Von Thomas Kohler — Sie greifen ohne Not zur Klinge. Und sie schla­gen mitunter blutige Schlacht­en gegen sich selb­st. Junge Män­ner pin­seln sich lustvoll Schaum ins Antlitz und ent­deck­en Freud und Leid des Rasierens mit Gross­vaters Rasier­mess­er.

Was bewegt Män­ner dazu, sich die Zeit zu nehmen, ihren Bart­stop­peln nach alter Väter Sitte mit dem Rasier­mess­er zu Leibe zu rück­en? Zumal die Risiken, im Ver­gle­ich zum Elek­tro­rasier­er oder dem Weg­w­erfho­bel von Bic, Wilkin­son, Gilette oder wie sie alle heis­sen, nicht uner­he­blich sind. Viele Män­ner fürcht­en sich ins­ge­heim vor dem alten Rasier­mess­er, das auf Franzö­sisch beze­ich­nen­der­weise als «Rasoir Sabre» bekan­nt ist. Und den­noch greifen auch junge Bart- respek­tive Stop­pel­träger gerne wieder zum Badez­im­mer-Langschw­ert, um sich der lästi­gen Haarpracht im Gesicht zu entledi­gen.

Ein Grund dafür ist offen­bar eine Liebe zum aus­gedehn­ten Rit­u­al um den eige­nen Bart. Mann muss sich früh­mor­gens erst ein­mal gründlich die Sand­pa­pier­haut im Gesicht net­zen. Danach betätigt sich der Bart­träger als Schaum­schläger, denn der Rasier­pin­sel muss genau die richtige Feuchtigkeit haben, um den per­fek­ten Rasier­schaum ans Kinn zu brin­gen. Der Schaum darf nicht zu fest oder trock­en sein, son­st man­gelt es am nöti­gen Glanz. Ist es erst ein­mal flächen­deck­end einge­seift, wird das Kinn zum Kap der guten Hoff­nung: Mit dem Rasier­mess­er die Kurve von Backe über Kiefer zum Hals zu nehmen, erfordert handw­erk­lich­es Geschick und Fin­ger­spitzenge­fühl. Lässt Mann es daran mis­sen, kommt es leicht zu unschö­nen Blessuren rund um die Gurgel. Die muti­gen Klin­gen­schwinger unser­er Tage tra­gen diese Blut­tat­en freilich mit Fas­sung: «Kleine Schnitte kom­men schon vor», ges­tand ein Klin­gen­rasier­er in Neuen­burg kür­zlich einem Reporter des Westschweiz­er Fernse­hens. «Aber die sind wie Kriegsver­let­zun­gen. Man trägt sie mit Stolz.»
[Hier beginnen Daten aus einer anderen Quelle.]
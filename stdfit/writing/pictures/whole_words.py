"""Title, caption and alternative text of the pictures of a kit as a whole."""

import numpy as np

from stdfit.base.arrays import FloatArray
from stdfit.validity.evidence.whole import KitEvidence
from stdfit.writing.numbers import figure, frequency
from stdfit.writing.pictures.frame import unit_of
from stdfit.writing.pictures.smith import near_centre

Words = tuple[str, str, str]
"""Title, caption, alternative text."""


def device_words(one: KitEvidence) -> Words:
    """Return the words of the bound on devices."""
    where = min(max(one.limit_hz, float(one.frequency_hz[0])), float(one.frequency_hz[-1]))
    after = int(np.searchsorted(one.frequency_hz, where))
    places = sorted({max(after - 1, 0), after})
    key = ", ".join(
        f"{figure(_between(where, one.frequency_hz[places], bounds[places]))} for |Γ| = {magnitude:g}"
        for magnitude, bounds in zip(one.magnitudes, one.bounds.T, strict=True)
    )
    at = frequency(where)
    caption = (
        f"How far a device's reflection can be off after a correction with {_three(one)}, at the worst phase: "
        f"{key} at {at}. Connections, drift and noise of the day come on top."
    )
    return (
        "What the kit leaves on devices",
        caption,
        f"Bound on devices over frequency, one line for each |Γ|: at {at} {key}.",
    )


def smith_words(one: KitEvidence) -> Words:
    """Return the words of the Smith chart."""
    where = "nowhere" if one.limit_hz <= 0.0 else f"up to {frequency(one.limit_hz)}"
    top = frequency(float(one.frequency_hz[-1]))
    turned = [
        f"{name} {np.ptp(np.degrees(np.unwrap(np.angle(gamma)))):.0f}°"
        for name, kind, gamma in zip(one.names, one.kinds, one.standards.T, strict=True)
        if kind != "load"
    ]
    centre = "".join(
        f" Near the centre: {name}, within {figure(away)} of it."
        for name, away in zip(one.names, near_centre(one), strict=True)
        if away is not None
    )
    caption = (
        f"Reflections of the three standards, thick as far as the kit is good within {one.within:g} ({where}), "
        f"dotted beyond. Numbers are frequencies in {unit_of(float(one.frequency_hz[-1]))[1]}.{centre}"
    )
    alt = f"Smith chart of {_three(one)} up to {top}, good {where}" + (
        f"; turns of the phase: {', '.join(turned)}." if turned else "."
    )
    return "The three standards", caption, alt


def separation_words(one: KitEvidence) -> Words:
    """Return the words of the distances between standards."""
    inside = one.frequency_hz <= max(one.limit_hz, one.frequency_hz[0])
    k, i = np.unravel_index(int(np.argmin(one.separation[inside].T)), one.separation[inside].T.shape)
    first, second = one.pair(int(k))
    key = f"{first} and {second} come nearest, {one.separation[i, k]:.2g} at {frequency(float(one.frequency_hz[i]))}"
    reach = "" if one.limit_hz <= 0.0 else " up to the limit"
    caption = (
        f"Distances of the three standards from each other:{reach} {key}. "
        "Where two come near each other, their errors are magnified in a correction."
    )
    return (
        "How far apart the standards are",
        caption,
        f"Distances between {_three(one)} over frequency:{reach} {key}.",
    )


def _between(where: float, frequency_hz: FloatArray, values: FloatArray) -> float:
    """Return a value between two points, without end where one of them has none."""
    return float(np.interp(where, frequency_hz, values)) if np.isfinite(values).all() else float("inf")


def _three(one: KitEvidence) -> str:
    return f"{one.names[0]}, {one.names[1]} and {one.names[2]}"
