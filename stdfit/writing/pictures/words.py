"""Title, caption and alternative text of the pictures of a standard, with their key figures."""

import re

import numpy as np

from stdfit.base.arrays import FloatArray
from stdfit.validity.evidence.element import QUANTITIES
from stdfit.validity.evidence.kept import Connections, KeptReadings
from stdfit.validity.evidence.sharing import STATED
from stdfit.validity.evidence.standard import StandardEvidence
from stdfit.writing.numbers import figure, frequency, rounded
from stdfit.writing.pictures.bound import highest
from stdfit.writing.pictures.whole_words import Words

_MINUS = re.compile(r"(?<![\w.])-(?=\d)")

NEARLY_ALL = 0.99

INSIDE = 0.95
"""Of all readings of single connections; so many are expected to lie within."""

ELEMENTS = {"open": "capacitance", "short": "inductance", "load": "impedance"}
"""What stands at the end of the offset line."""

EDGE = 0.999
"""A limit above this part of the last reading is where the readings end."""


def bound_words(one: StandardEvidence) -> Words:
    """Return the words of the bound with its sources."""
    first, last = one.frequency_hz[0], one.frequency_hz[-1]
    low, top = figure(float(one.bound[0])), figure(float(one.bound[-1]))
    kind, part = largest_part(one)
    reach = "is above" if one.limit_hz <= 0.0 else "keeps within"
    until = "from the first reading on" if one.limit_hz <= 0.0 else f"up to {frequency(one.limit_hz)}"
    kept = f"{reach} the tolerance of {one.within:g} {until}"
    ends, most = f": {one.reason}", ""
    if " of the bound" not in one.reason:  # the readings or the connector end
        much = "nearly all" if part > NEARLY_ALL else f"{100.0 * part:.0f} %"
        ends = ", where the readings end" if one.limit_hz >= EDGE * last else ""
        most = "" if kind == STATED else f"; there {kind} {_make(kind)} {much} of it"
    end = highest(one)
    cut = f" The axis ends at {figure(end)}." if end < float(one.bound.max()) else ""
    caption = (
        "How far the reflection that you type in may be from the true one, and what makes it. "
        f"The bound {kept}{ends}{most}.{cut}"
    )
    alt = (
        f"Bound on the error of {one.name} over frequency: {low} at {frequency(first)}, {_at_limit(one)}"
        f"{top} at {frequency(last)}; it {kept}"
        + ("." if kind == STATED else f"; {kind} {_make(kind)} the largest part of it there.")
    )
    return f"{one.name}: bound and what makes it", caption, alt


def deviation_words(one: StandardEvidence) -> Words:
    """Return the words of the comparison with the ideal standard."""
    f, length = one.frequency_hz, np.abs(one.gamma)
    read = (
        "" if one.readings is None else " Dots are mean readings, the line is the model, the band its bound."
    )
    missing = " The kit keeps no readings to show beside it." if one.readings is None else read
    if one.kind == "load":
        low, top = figure(float(length[0])), figure(float(length[-1]))
        key = f"|Γ| of the model is {low} at {frequency(f[0])} and {top} at {frequency(f[-1])}"
        caption = f"An ideal load reflects nothing: {key}.{missing}"
        alt = (
            f"Reflection of {one.name} over frequency, magnitude above, real and imaginary part below: {key}."
        )
    else:
        turned = np.degrees(np.unwrap(np.angle(one.gamma / one.ideal)))
        level = 20.0 * np.log10(max(float(length[-1]), 1e-6))
        key = _signed(
            f"at {frequency(f[-1])} |Γ| is {rounded(level, 3)} dB and the phase is {turned[-1]:.0f}°"
        )
        caption = f"An ideal {one.kind} has 0 dB and 0° everywhere; {key}.{missing}"
        alt = (
            f"Reflection of {one.name} over frequency, magnitude above, phase against an ideal {one.kind} below: "
            f"{key}."
        )
    return f"{one.name} beside the ideal {one.kind}", caption, alt


def residual_words(one: StandardEvidence, readings: KeptReadings) -> Words:
    """Return the words of what the model leaves."""
    fitted = readings.frequency_hz <= one.fit_top_hz
    left = float(np.abs(readings.residual[fitted]).max(initial=0.0))
    misfit = float(one.misfit[one.frequency_hz <= one.fit_top_hz].max(initial=0.0))
    key = f"up to {frequency(one.fit_top_hz)}, where the fit ends, they differ by {figure(left)} at most"
    caption = (
        f"Mean readings minus model: {key}. What the known sources of error cannot explain is misfit, "
        f"{figure(misfit)} at most there; it is part of the bound."
    )
    alt = (
        f"Difference of readings and model of {one.name} over frequency, real and imaginary part: {key}; the misfit is "
        f"{figure(misfit)} at most there."
    )
    return f"{one.name}: what the model leaves", caption, alt


def connection_words(one: StandardEvidence, connections: Connections) -> Words:
    """Return the words of the single connections."""
    which, away, where = connections.farthest()
    count = connections.deviations.shape[0]
    near = np.argmin(np.abs(connections.frequency_hz - where))
    usual = figure(float(connections.expected[near]))
    key = f"connection {which} lies farthest from the mean, by {figure(away)} at {frequency(where)}"
    found = _verdict(connections)
    caption = (
        f"Each of the {count} connections that went into the mean, in their order, against it: {key}. {found}: "
        f"95 % should lie below it, {usual} there, by the lumped parts of a connection, as all standards of the bench "
        "show them, and noise."
    )
    alt = (
        f"Distance of {count} connections of {one.name} from their mean over frequency: {key}; "
        f"95 % should stay below {usual} there."
    )
    return f"{one.name}: connections one by one", caption, alt


def _verdict(connections: Connections) -> str:
    """Say whether all connections are as close as is expected, or which is not."""
    above = connections.above()
    if above is None:
        inside = (np.abs(connections.deviations) <= connections.expected).mean()
        return f"{'All stay within' if inside > INSIDE else 'None lies far above'} what is expected, the dotted line"
    number, low, top = above
    until = "on" if top >= EDGE * connections.frequency_hz[-1] else f"to {frequency(top)}"
    return (
        f"Connection {number} lies clearly above what is expected, the dotted line, from {frequency(low)} {until}: "
        "look at it"
    )


def element_words(one: StandardEvidence) -> Words:
    """Return the words of the element."""
    element, f = one.element, one.frequency_hz
    ends = []
    for k, (symbol, unit, _) in enumerate(QUANTITIES[one.kind]):
        first, last = (_with_band(element.values[k], element.u95[k], place) for place in (0, -1))
        if first == last:
            ends.append(f"{symbol} = {first} {unit} everywhere")
        else:
            ends.append(
                f"{symbol} = {first} {unit} at {frequency(f[0])} and {last} {unit} at {frequency(f[-1])}"
            )
    key = ", ".join(ends)
    sure = " (95 %)" if element.u95.any() else "; the kit states no uncertainty of it"
    what = ELEMENTS[one.kind]
    caption = f"The {what} at the end of the offset line: {key}{sure}."
    if element.traded and element.u95_of_rest is not None:
        rest = figure(float(element.u95_of_rest[-1].mean()))
        caption += (
            " Most of the band is the trade-off with the delay, and does not show in Γ: "
            f"with the delay known {element.symbols[-1]} would be ± {rest} {element.units[-1]} on average."
        )
    return (
        f"{one.name}: its {what}",
        caption,
        f"The {what} of {one.name} over frequency: {key}{sure}.",
    )


def largest_part(one: StandardEvidence) -> tuple[str, float]:
    """Return which kind makes most of the bound at the limit, or at the first frequency, and its part."""
    place = int(np.argmin(np.abs(one.frequency_hz - max(one.limit_hz, one.frequency_hz[0]))))
    kind = int(np.argmax(one.parts[:, place]))
    whole = float(one.bound[place])
    return one.kinds[kind], float(one.parts[kind, place]) / whole if whole > 0.0 else 0.0


def _make(kind: str) -> str:
    return "make" if kind.endswith("s") else "makes"


def _at_limit(one: StandardEvidence) -> str:
    """Return the bound at the limit, where this lies between the ends."""
    if not one.frequency_hz[0] < one.limit_hz < EDGE * one.frequency_hz[-1]:
        return ""
    there = float(np.interp(one.limit_hz, one.frequency_hz, one.bound))
    return f"{figure(there)} at {frequency(one.limit_hz)}, where its limit is, and "


def _with_band(values: FloatArray, halves: FloatArray, place: int) -> str:
    value, half = float(values[place]), float(halves[place])
    if half <= 0.0:
        return _signed(f"{value:.3g}")
    digits = min(max(0, 1 - int(np.floor(np.log10(half)))), 6)
    return _signed(f"{rounded(value, digits)} ± {figure(half)}")


def _signed(text: str) -> str:
    """Return a text with the sign for minus before numbers."""
    return _MINUS.sub("−", text)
Dass der begeis­terte Nasszellen-Spiegelfechter aus Neuen­burg stammt, darf nicht ver­wun­dern. In der Stadt am steilen Ufer des grössten Schweiz­er Bin­nensees feiert die Rasur mit der lan­gen Klinge seit ger­aumer Zeit Urständ. Nicht ganz unschuldig daran ist der Messer­händler Patrick Gous­sard. Er bemerk­te das weltweite Inter­esse; dass die Rasur der Grossväter bei vie­len jun­gen Män­nern wieder Anklang find­et – im Inter­net gibt es Foren darüber und es wim­melt von Anbi­etern, die Rasier­mess­er und viele andere Uten­silien des Rasierens mit blanker Klinge anbi­eten. Viele der ein­schlägi­gen Pro­duk­te waren bis vor Kurzem gar nicht käu­flich zu erwer­ben. Wer erin­nert sich zum Beispiel schon an den Led­er­streifen, mit dem die Bar­bi­ere dere­inst ihre Klin­gen wet­zten?
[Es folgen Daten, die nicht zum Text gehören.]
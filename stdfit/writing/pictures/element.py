"""The element behind the offset line over frequency, with its band."""

from collections.abc import Sequence

from matplotlib.artist import Artist
from matplotlib.axes import Axes

from stdfit.validity.evidence.standard import StandardEvidence
from stdfit.writing.pictures.frame import frequency_axis, mark_limit, ruled
from stdfit.writing.pictures.palette import PALETTE

NARROWER = 0.9
"""The band with the delay known is drawn where it is less than this part of the whole one."""

WORDS = {"C": "capacitance", "L": "inductance", "Re Z": "real part of Z", "Im Z": "imaginary part of Z"}


def draw_element(panels: Sequence[Axes], one: StandardEvidence) -> tuple[list[Artist], list[str]]:
    """Draw each component of the element in a panel of its own; return the key too."""
    element = one.element
    handles: list[Artist] = []
    labels: list[str] = []
    for row, axes in enumerate(panels):
        size = frequency_axis(axes, one.frequency_hz)
        x, value, half = one.frequency_hz / size, element.values[row], element.u95[row]
        low, high = float((value - half).min()), float((value + half).max())
        room = max(0.06 * (high - low), 1e-3 * abs(high), 1e-3)
        last = row == len(panels) - 1
        ruled(
            *(axes, f"{WORDS[element.symbols[row]]} ({element.units[row]})", (low - room, high + room)),
            float(one.frequency_hz[-1]) if last else None,
        )
        own: list[Artist] = []
        names: list[str] = []
        if half.any():
            own.append(
                axes.fill_between(
                    *(x, value - half, value + half), facecolor=PALETTE["series-1"], alpha=0.20, linewidth=0.0
                )
            )
            names.append("95 % bound")
        if shows_rest(one, row) and element.u95_of_rest is not None:
            rest = element.u95_of_rest[row]
            own.append(
                axes.fill_between(
                    *(x, value - rest, value + rest), facecolor=PALETTE["series-3"], alpha=0.45, linewidth=0.0
                )
            )
            names.append("95 % bound if the delay were known")
        (line,) = axes.plot(x, value, color=PALETTE["series-1"], linewidth=1.3, zorder=2.5)
        if len(names) >= len(labels):
            handles, labels = [line, *own], ["definition", *names]
        mark_limit(axes, one.limit_hz, size, told=row == 0)
    return handles, labels


def shows_rest(one: StandardEvidence, row: int) -> bool:
    """Return whether a component would be clearly surer with the delay known."""
    rest = one.element.u95_of_rest
    return rest is not None and bool(rest[row].mean() < NARROWER * one.element.u95[row].mean())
A pro­pos Bar­bi­ere: Um den neuen Trend gle­ich von Anbe­ginn in der Schweiz richtig aufzu­gleisen, ver­sicherte sich Patrick Gous­sard der Dien­ste eines altehrwürdi­gen Bar­bi­ers. Der lebt eben­falls in Neuen­burg, heisst Anto­nio Posi­tano und unter­richtet uner­schrock­ene Frei­willige in Rasi­er-Kursen über die Vorteile und Gefahren des Umgangs mit dem schar­fen Mess­er am Kinn.

«Verzicht­en Sie unbe­d­ingt auf hek­tis­che Bewe­gun­gen», beschwor Anto­nio Posi­tano seine eifrigen Rasi­er-Lehrlinge in einem vom Westschweiz­er Fernse­hen begleit­eten Kurs. «Nehmen Sie sich Zeit, gehen Sie beim Rasieren ganz langsam vor.» Die Kurs-Teil­nehmer stammten alle aus der Romandie. Den­noch benützte der erfahrene Bar­bi­er bewusst den deutschen Begriff «langsam», um allen Anwe­senden klarzu­machen, wie wichtig seine Mah­nung ist.
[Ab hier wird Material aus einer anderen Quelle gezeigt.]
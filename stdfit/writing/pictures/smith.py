"""Three standards on a Smith chart (P. H. Smith, Electronics 12(1), 1939, 29–31)."""

from typing import Any

import numpy as np
from matplotlib.artist import Artist
from matplotlib.axes import Axes

from stdfit.base.arrays import ComplexArray, FloatArray
from stdfit.validity.evidence.whole import KitEvidence
from stdfit.writing.numbers import figure
from stdfit.writing.pictures.devices import labels_of
from stdfit.writing.pictures.frame import unit_of
from stdfit.writing.pictures.palette import LINES, PALETTE

CIRCLES = (0.2, 0.5, 1.0, 2.0, 5.0)
"""Normalised resistances and reactances whose circles are drawn."""

ARC = np.linspace(0.0, 1.0, 61)

STEPS = (1.0, 2.0, 2.5, 5.0)
"""Marked frequencies are multiples of one of these and a power of ten,"""

MARKS = 4
"""at most so many."""

MARKERS = ("o", "s", "^")

APART = 0.13
"""Frequencies are not written nearer to each other than this."""

NEAR = 0.15
"""A standard that stays within this distance of the centre is told as a whole, and not by frequencies."""

REACH = 1.17
"""The chart is drawn out to here, so that frequencies find room outside the rim."""


def draw_smith(axes: Axes, one: KitEvidence) -> tuple[list[Artist], list[str]]:
    """Draw the grid and Γ of the three standards, thick up to the limit and thin beyond; return the key too."""
    draw_grid(axes)
    size = unit_of(float(one.frequency_hz[-1]))[0]
    inside = one.frequency_hz <= one.limit_hz
    marked = marked_frequencies(one.frequency_hz)
    handles: list[Artist] = []
    written: list[complex] = []
    names = labels_of(one)
    inner = near_centre(one)
    for place_of, (gamma, colour, marker) in enumerate(zip(one.standards.T, LINES, MARKERS, strict=True)):
        look: dict[str, Any] = {"color": PALETTE[colour], "solid_capstyle": "round"}
        axes.plot(gamma.real, gamma.imag, linewidth=0.9, linestyle=(0, (1, 1.5)), **look)
        axes.plot(gamma.real[inside], gamma.imag[inside], linewidth=2.0, **look)
        at = np.interp(marked, one.frequency_hz, gamma.real) + 1j * np.interp(
            marked, one.frequency_hz, gamma.imag
        )
        (dots,) = axes.plot(
            *(at.real, at.imag),
            linestyle="solid",
            linewidth=0.0,
            marker=marker,
            markersize=4.5,
            color=PALETTE[colour],
            markeredgecolor=PALETTE["paper"],
            markeredgewidth=0.6,
            zorder=3,
        )
        handles.append(dots)
        away = inner[place_of]
        if away is not None:  # too close together for frequencies
            axes.text(
                *(0.0, -(away + 0.11), f"{names[place_of]}: within {figure(away)} of the centre"),
                color=PALETTE[colour],
                ha="center",
                va="center",
                zorder=3,
                bbox={"facecolor": PALETTE["paper"], "edgecolor": "none", "pad": 1.5},
            )
            continue
        for place, hertz in zip(at, marked, strict=True):
            beside = place / abs(place) * (abs(place) + 0.10) if abs(place) > 0.5 else place - 0.10j
            if all(abs(beside - other) > APART for other in written):
                written.append(beside)
                axes.text(
                    *(beside.real, beside.imag, f"{hertz / size:g}"),
                    color=PALETTE["quiet"],
                    fontsize="small",
                    ha="center",
                    va="center",
                )
    return handles, [*names]


def near_centre(one: KitEvidence) -> tuple[float | None, ...]:
    """Return how far each standard is from the centre at most; None where it leaves it."""
    away = np.abs(one.standards).max(axis=0)
    return tuple(float(each) if each < NEAR else None for each in away)


def draw_grid(axes: Axes) -> list[Artist]:
    """Draw the circles of constant resistance and the arcs of constant reactance within the unit circle."""
    axes.set_aspect("equal")
    axes.set_xlim(-REACH, REACH)
    axes.set_ylim(-REACH, REACH)
    faint: dict[str, Any] = {"color": PALETTE["grid"], "linewidth": 0.7, "zorder": 1.0}
    turn = np.exp(2j * np.pi * ARC)
    artists: list[Artist] = []
    for part in CIRCLES:
        circle = (part + turn) / (1.0 + part)
        artists += axes.plot(circle.real, circle.imag, **faint)
        for sign in (1.0, -1.0):
            arc = _reactance(sign * part)
            artists += axes.plot(arc.real, arc.imag, **faint)
    artists += axes.plot([-1.0, 1.0], [0.0, 0.0], **faint)
    artists += axes.plot(turn.real, turn.imag, color=PALETTE["quiet"], linewidth=0.9, zorder=1.5)
    return artists


def _reactance(x: float) -> ComplexArray:
    """Return Γ = (z − 1)/(z + 1) of z = r + jx for r from 0 to infinity: an arc that ends at 1."""
    r = np.tan(0.5 * np.pi * np.linspace(0.0, 0.999, ARC.size))
    z = r + 1j * x
    return np.append((z - 1.0) / (z + 1.0), 1.0)


def marked_frequencies(frequency_hz: FloatArray) -> FloatArray:
    """Return a few round frequencies of a band.

    Examples
    --------
    >>> (marked_frequencies(np.array([5e7, 6e9])) / 1e9).tolist()
    [2.0, 4.0, 6.0]
    """
    low, top = float(frequency_hz[0]), float(frequency_hz[-1])
    ten = 10.0 ** np.floor(np.log10(top / MARKS))
    for step in (*(one * ten for one in STEPS), 10.0 * ten):
        marks = step * np.arange(1, int(top / step * (1.0 + 1e-9)) + 1)
        marks = marks[marks >= low]
        if marks.size <= MARKS:
            return np.asarray(np.minimum(marks, top))
    return np.zeros(0)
Wichtig ist sie in der Tat. Nötig war sie jedoch nicht. Die ange­hen­den Mess­er-Rasier­er faszinierte vor allem anderen die betuliche Seite der für sie neuen Tech­nik. «Die Frauen nehmen sich alle Zeit der Welt für ihre Kos­metik und ihr Make-up», sagte ein Teil­nehmer. «Das möchte ich auch tun. Ich will mir mit der Rasur mit dem Mess­er ganz bewusst Zeit für mich selb­st nehmen. Mich inter­essiert vor allem das Rit­u­al.»

So ganz neben­bei zeigte der Mann der Kos­metikin­dus­trie wo es lang geht beim Verkauf weit­ge­hend nut­zlos­er Pro­duk­te. Statt ihre Kundin­nen mit hirn­ris­si­gen Instant-Beau­ty-Ver­sprechen zu lang­weilen, sollte die Crème- und Duftwässerchen-Branche bess­er auf Rit­uale set­zen. Die Well­ness-Hote­liers der reicheren Hemis­phäre haben da weltweit schon ganz schön Mass genom­men.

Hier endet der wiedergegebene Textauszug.